Der Berliner Lichtkünstler Christopher Bauder transferiert Konzepte und Technik seiner Werke in die Event- und Werbewelt. Seit 2004 entwickelt er mit seinem Kunstatelier Whitevoid räumliche Lichtinstallationen, Inszenierungen und Produkte für unterschiedlichste Event-Formate. Bauders Werke finden sich in Museen, Ausstellungen, auf Messen und Festivals sowie bei Konzert-Events. Sein mit zahlreichen Preisen ausgezeichnetes Werk umfasst neben Kunstinstallationen und Performances auch groß angelegte Konzepte, darunter die äußerst erfolgreiche Londoner ABBA Voyage Show. Whitevoid liefert aber auch Business-Events und Messestände (u. a. für Mercedes-Benz und Vodafone) sowie ortsfeste Objekte und Installationen, wie etwa die „Orbital“-Skulptur in der Wolfsburger Volkswagen-Zentrale.

Christopher Bauder
Christopher Bauder (Bild: Olivier Rimbon Foeller)

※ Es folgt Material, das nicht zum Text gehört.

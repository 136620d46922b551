//! The words and signs of a filter.

use super::fault::{Fault, fault};
use super::field::Operator;

/// A word or sign with the position of its first character, from 1.
#[derive(Clone, Debug, PartialEq)]
pub(super) struct Token {
    pub(super) what: What,
    pub(super) position: usize,
}

#[derive(Clone, Debug, PartialEq)]
pub(super) enum What {
    Word(String),
    Quoted(String),
    Operator(Operator),
    Open,
    Close,
}

impl What {
    /// The token as it is quoted in an error.
    pub(super) fn shown(&self) -> String {
        match self {
            What::Word(text) => text.clone(),
            What::Quoted(text) => format!("\"{text}\""),
            What::Operator(operator) => operator.sign().to_owned(),
            What::Open => "(".to_owned(),
            What::Close => ")".to_owned(),
        }
    }
}

/// Cuts a filter into tokens.
pub(super) fn tokens(text: &str) -> Result<Vec<Token>, Fault> {
    let characters: Vec<char> = text.chars().collect();
    let mut found = Vec::new();
    let mut at = 0;
    while let Some(&first) = characters.get(at) {
        let position = at + 1;
        let what = match first {
            c if c.is_whitespace() => {
                at += 1;
                continue;
            }
            '(' => single(&mut at, What::Open),
            ')' => single(&mut at, What::Close),
            '"' | '\'' => quoted(&characters, &mut at, first)?,
            '=' | '!' | '<' | '>' | ':' => operator(&characters, &mut at)?,
            _ => word(&characters, &mut at),
        };
        found.push(Token { what, position });
    }
    Ok(found)
}

fn single(at: &mut usize, what: What) -> What {
    *at += 1;
    what
}

fn quoted(characters: &[char], at: &mut usize, mark: char) -> Result<What, Fault> {
    let start = *at;
    let mut text = String::new();
    *at += 1;
    while let Some(&c) = characters.get(*at) {
        *at += 1;
        match c {
            c if c == mark => return Ok(What::Quoted(text)),
            '\\' if characters
                .get(*at)
                .is_some_and(|next| matches!(next, '\\' | '"' | '\'')) =>
            {
                text.push(characters[*at]);
                *at += 1;
            }
            c => text.push(c),
        }
    }
    Err(fault(
        start + 1,
        mark.to_string(),
        "the quotation never ends",
        format!("close it with {mark}"),
    ))
}

fn operator(characters: &[char], at: &mut usize) -> Result<What, Fault> {
    let position = *at + 1;
    let first = characters[*at];
    let equals = characters.get(*at + 1) == Some(&'=');
    let (operator, length) = match (first, equals) {
        ('!', true) => (Operator::NotEqual, 2),
        ('<', true) => (Operator::LessOrEqual, 2),
        ('>', true) => (Operator::GreaterOrEqual, 2),
        ('<', false) => (Operator::Less, 1),
        ('>', false) => (Operator::Greater, 1),
        (':', _) => (Operator::Has, 1),
        ('=', false) => (Operator::Equal, 1),
        ('=', true) => {
            return Err(fault(
                position,
                "==".into(),
                "there is no such operator",
                "write =".into(),
            ));
        }
        _ => {
            let remedy = "write != for `is not`, or NOT before a comparison".to_owned();
            return Err(fault(
                position,
                "!".into(),
                "`!` alone means nothing",
                remedy,
            ));
        }
    };
    *at += length;
    Ok(What::Operator(operator))
}

fn word(characters: &[char], at: &mut usize) -> What {
    let ends = |c: &char| c.is_whitespace() || "()\"'=!<>:".contains(*c);
    let rest = &characters[*at..];
    let length = rest.iter().position(ends).unwrap_or(rest.len());
    *at += length;
    What::Word(rest[..length].iter().collect())
}
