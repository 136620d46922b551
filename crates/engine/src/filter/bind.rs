//! A filter tied to a campaign: every test of an axis is a table of answers by value.

use std::collections::HashMap;

use enolattice_grid::{Campaign, CellDigits};
use enolattice_model::{Addition, Category, Channel, Score, Severity};

use super::fault::{Fault, fault};
use super::field::{Field, LEVELS, Operator};
use super::read::{Expression, Filter, Test};
use super::value::Value;
use crate::nearest::nearest;

type Digit = fn(&CellDigits) -> u32;

/// A filter that can be asked of the cells of one campaign.
#[derive(Clone, Debug)]
pub(crate) struct BoundFilter {
    question: Option<Question>,
}

#[derive(Clone, Debug)]
enum Question {
    All(Vec<Question>),
    Any(Vec<Question>),
    Not(Box<Question>),
    /// A table over one axis.
    Axis {
        digit: Digit,
        passes: Vec<bool>,
    },
    /// A table over two axes.
    Axes {
        digits: (Digit, Digit),
        passes: Vec<Vec<bool>>,
    },
    /// A comparison of a fraction; no value: it is known.
    Fraction {
        of: fn(&Score) -> Option<f64>,
        operator: Operator,
        with: Option<f64>,
    },
    /// The same of the yield that was measured.
    Measured {
        yields: HashMap<CellDigits, f64>,
        operator: Operator,
        with: Option<f64>,
    },
    /// A set of channels by number, bit 0 for none.
    LargestLoss {
        passes: u32,
    },
    /// Any of these bits of caution.
    Cautions {
        any_of: u32,
    },
    /// A comparison of the level of severity.
    Severity {
        operator: Operator,
        with: usize,
    },
}

impl Filter {
    /// Ties the filter to a campaign.
    ///
    /// # Errors
    /// A name that no value of the axis has.
    pub(crate) fn bind(&self, campaign: &Campaign) -> Result<BoundFilter, Fault> {
        let question = self
            .expression
            .as_ref()
            .map(|e| bind(e, campaign))
            .transpose()?;
        Ok(BoundFilter { question })
    }
}

impl BoundFilter {
    /// Whether every cell passes.
    pub(crate) fn passes_all(&self) -> bool {
        self.question.is_none()
    }

    /// Whether this cell passes.
    pub(crate) fn passes(&self, digits: &CellDigits, score: &Score) -> bool {
        self.question
            .as_ref()
            .is_none_or(|question| question.answer(digits, score))
    }
}

impl Question {
    fn answer(&self, digits: &CellDigits, score: &Score) -> bool {
        match self {
            Question::All(parts) => parts.iter().all(|part| part.answer(digits, score)),
            Question::Any(parts) => parts.iter().any(|part| part.answer(digits, score)),
            Question::Not(part) => !part.answer(digits, score),
            Question::Axis { digit, passes } => passes[digit(digits) as usize],
            Question::Axes {
                digits: (first, second),
                passes,
            } => passes[first(digits) as usize][second(digits) as usize],
            Question::Fraction { of, operator, with } => compares(of(score), *operator, *with),
            Question::Measured {
                yields,
                operator,
                with,
            } => compares(yields.get(digits).copied(), *operator, *with),
            Question::LargestLoss { passes } => {
                let number = score.largest_loss.map_or(0, |channel| channel as u32);
                passes >> number & 1 == 1
            }
            Question::Cautions { any_of } => score.cautions & any_of != 0,
            Question::Severity { operator, with } => {
                let severity = Severity::from_bits(score.cautions);
                let level = LEVELS.iter().position(|(_, level)| *level == severity);
                level.is_some_and(|level| operator.holds(level, *with))
            }
        }
    }
}

/// Whether a number that may be unknown compares so; without a value to compare with, whether it is known.
fn compares(value: Option<f64>, operator: Operator, with: Option<f64>) -> bool {
    match (value, with) {
        (Some(value), Some(with)) => operator.holds(value, with),
        (value, with) => value.is_some() && with.is_none(),
    }
}

fn bind(expression: &Expression, campaign: &Campaign) -> Result<Question, Fault> {
    let all = |parts: &[Expression]| {
        parts
            .iter()
            .map(|part| bind(part, campaign))
            .collect::<Result<_, Fault>>()
    };
    Ok(match expression {
        Expression::All(parts) => Question::All(all(parts)?),
        Expression::Any(parts) => Question::Any(all(parts)?),
        Expression::Not(part) => Question::Not(Box::new(bind(part, campaign)?)),
        Expression::Test(test) => bind_test(test, campaign)?,
    })
}

fn bind_test(test: &Test, campaign: &Campaign) -> Result<Question, Fault> {
    let numbers = |digit: Digit, values: &[f64]| Question::Axis {
        digit,
        passes: values
            .iter()
            .map(|value| number_passes(test, *value))
            .collect(),
    };
    Ok(match test.field {
        Field::Substrate => {
            let names = campaign
                .substrates
                .iter()
                .map(|s| molecule_names(&s.name, &s.molecule));
            axis(test, |d| d.substrate, names.collect())?
        }
        Field::Electrophile => {
            let names = campaign
                .electrophiles
                .iter()
                .map(|e| molecule_names(&e.name, &e.molecule));
            axis(test, |d| d.electrophile, names.collect())?
        }
        Field::Base => {
            let names = campaign
                .bases
                .iter()
                .map(|b| library_names(&b.record.name, &b.record.synonyms));
            axis(test, |d| d.base, names.collect())?
        }
        Field::Solvent => {
            let names = campaign
                .solvents
                .iter()
                .map(|s| library_names(&s.record.name, &s.record.synonyms));
            axis(test, |d| d.solvent, names.collect())?
        }
        Field::Additive => {
            let names = campaign.additives.iter().map(|dose| match dose {
                Some(dose) => {
                    library_names(&dose.additive.record.name, &dose.additive.record.synonyms)
                }
                None => vec!["none".to_owned()],
            });
            axis(test, |d| d.additive, names.collect())?
        }
        Field::AdditiveEquiv => Question::Axis {
            digit: |d| d.additive,
            passes: campaign
                .additives
                .iter()
                .map(|dose| {
                    dose.as_ref()
                        .is_some_and(|dose| number_passes(test, dose.equiv))
                })
                .collect(),
        },
        Field::TemperatureC => numbers(|d| d.temperature, &campaign.temperature_c),
        Field::BaseEquiv => numbers(|d| d.base_equiv, &campaign.base_equiv),
        Field::ElectrophileEquiv => numbers(|d| d.electrophile_equiv, &campaign.electrophile_equiv),
        Field::ConcentrationM => numbers(|d| d.concentration, &campaign.concentration_m),
        Field::TimeH => numbers(|d| d.time, &campaign.time_h),
        Field::DosingMin => numbers(|d| d.dosing, &campaign.dosing_min),
        Field::FormationTemperatureC => formation_temperature(test, campaign),
        Field::Addition => addition(test, campaign),
        Field::ExpectedYield => fraction(test, |score| score.expected_yield),
        Field::PHit => fraction(test, |score| score.p_hit),
        Field::Selectivity => fraction(test, |score| score.selectivity),
        Field::Feasibility => fraction(test, |score| score.feasibility),
        Field::MeasuredYield => {
            let measured = campaign.measured.iter();
            Question::Measured {
                yields: measured
                    .map(|(cell, known)| (*cell, known.yield_fraction))
                    .collect(),
                operator: test.operator,
                with: number(test),
            }
        }
        Field::LargestLoss => {
            let none = u32::from(test.operator == Operator::NotEqual);
            let passes = Channel::ALL
                .into_iter()
                .filter(|channel| name_passes(test, channel.name()));
            Question::LargestLoss {
                passes: passes.fold(none, |bits, channel| bits | 1 << channel as u32),
            }
        }
        Field::Cautions => {
            let any_of = Category::ALL
                .into_iter()
                .filter(|category| name_passes(test, category.name()));
            Question::Cautions {
                any_of: any_of.fold(0, |bits, category| bits | category.bit()),
            }
        }
        Field::Severity => severity(test),
    })
}

fn molecule_names(name: &str, molecule: &enolattice_molecule::Molecule) -> Vec<String> {
    vec![
        name.to_owned(),
        molecule.smiles().to_owned(),
        molecule.canonical().to_owned(),
    ]
}

fn library_names(name: &str, synonyms: &[String]) -> Vec<String> {
    std::iter::once(name.to_owned())
        .chain(synonyms.iter().cloned())
        .collect()
}

/// A test of the names of an axis. A value has several names and is meant by any of them; a
/// pattern is held only against the first, which is the one that rankings show.
fn axis(test: &Test, digit: Digit, names: Vec<Vec<String>>) -> Result<Question, Fault> {
    let is_pattern = test.operator == Operator::Has
        || matches!(&test.value, Value::Name(name) if name.contains('*'));
    let asked = |of_value: &Vec<String>| if is_pattern { 1 } else { of_value.len() };
    let matches: Vec<bool> = names
        .iter()
        .map(|of_value| {
            of_value
                .iter()
                .take(asked(of_value))
                .any(|name| name_matches(test, name))
        })
        .collect();
    match &test.value {
        Value::Name(name) if !is_pattern && !matches.contains(&true) => {
            let all = names.iter().flatten().map(String::as_str);
            let remedy = match nearest(name, all) {
                Some(known) => format!("did you mean \"{known}\"?"),
                None => format!(
                    "write a name that the campaign has, or `{} : \"…\"` for a part of it",
                    test.field.name()
                ),
            };
            let reason = format!("the campaign has no {} of this name", test.field.name());
            Err(fault(test.position, name.clone(), &reason, remedy))
        }
        _ => {
            let wanted = test.operator != Operator::NotEqual;
            Ok(Question::Axis {
                digit,
                passes: matches.into_iter().map(|m| m == wanted).collect(),
            })
        }
    }
}

fn formation_temperature(test: &Test, campaign: &Campaign) -> Question {
    let of_reaction = |reaction: &f64| {
        let formation = campaign.formation_temperature_c.iter();
        formation
            .map(|formation| number_passes(test, formation.unwrap_or(*reaction)))
            .collect()
    };
    Question::Axes {
        digits: (|d| d.temperature, |d| d.formation_temperature),
        passes: campaign.temperature_c.iter().map(of_reaction).collect(),
    }
}

fn addition(test: &Test, campaign: &Campaign) -> Question {
    let passes = |order: Addition| name_passes(test, order.name());
    let of_base = |base: &std::sync::Arc<enolattice_model::Base>| {
        let orders = campaign.addition.iter();
        orders
            .map(|order| passes(order.unwrap_or_else(|| base.usual_addition())))
            .collect()
    };
    Question::Axes {
        digits: (|d| d.base, |d| d.addition),
        passes: campaign.bases.iter().map(of_base).collect(),
    }
}

fn fraction(test: &Test, of: fn(&Score) -> Option<f64>) -> Question {
    Question::Fraction {
        of,
        operator: test.operator,
        with: number(test),
    }
}

/// The number that is compared with; none where it is only asked whether there is one.
fn number(test: &Test) -> Option<f64> {
    match test.value {
        Value::Number(number) => Some(number),
        _ => None,
    }
}

fn severity(test: &Test) -> Question {
    match test.value {
        Value::Level(with) => Question::Severity {
            operator: test.operator,
            with,
        },
        _ => Question::Severity {
            operator: Operator::Greater,
            with: 0,
        },
    }
}

fn number_passes(test: &Test, value: f64) -> bool {
    match test.value {
        Value::Number(with) => test.operator.holds(value, with),
        _ => true,
    }
}

/// Whether a name passes the test, with its operator.
fn name_passes(test: &Test, name: &str) -> bool {
    name_matches(test, name) == (test.operator != Operator::NotEqual)
}

/// Whether a name matches the pattern, whatever the case.
fn name_matches(test: &Test, name: &str) -> bool {
    let Value::Name(pattern) = &test.value else {
        return true;
    };
    let (name, pattern) = (name.to_lowercase(), pattern.to_lowercase());
    let contained = test.operator == Operator::Has && test.field != Field::Cautions;
    let (open_start, pattern) = match pattern.strip_prefix('*') {
        Some(rest) => (true, rest.to_owned()),
        None => (contained, pattern),
    };
    let (open_end, pattern) = match pattern.strip_suffix('*') {
        Some(rest) => (true, rest.to_owned()),
        None => (contained, pattern),
    };
    match (open_start, open_end) {
        (true, true) => name.contains(&pattern),
        (true, false) => name.ends_with(&pattern),
        (false, true) => name.starts_with(&pattern),
        (false, false) => name == pattern,
    }
}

All diese sehr unterschiedlich ausgerichteten Projekte vereinen Bauders Fokus, Ideen und Vorgänge aus der virtuellen Welt in das Reale zu transferieren. Dazu nutzt er auf einzigartige Weise eine Choreografie aus bewegten Lichtquellen. Die notwendige Technologie wird im eigenen Hause entwickelt und in Berlin selbst produziert.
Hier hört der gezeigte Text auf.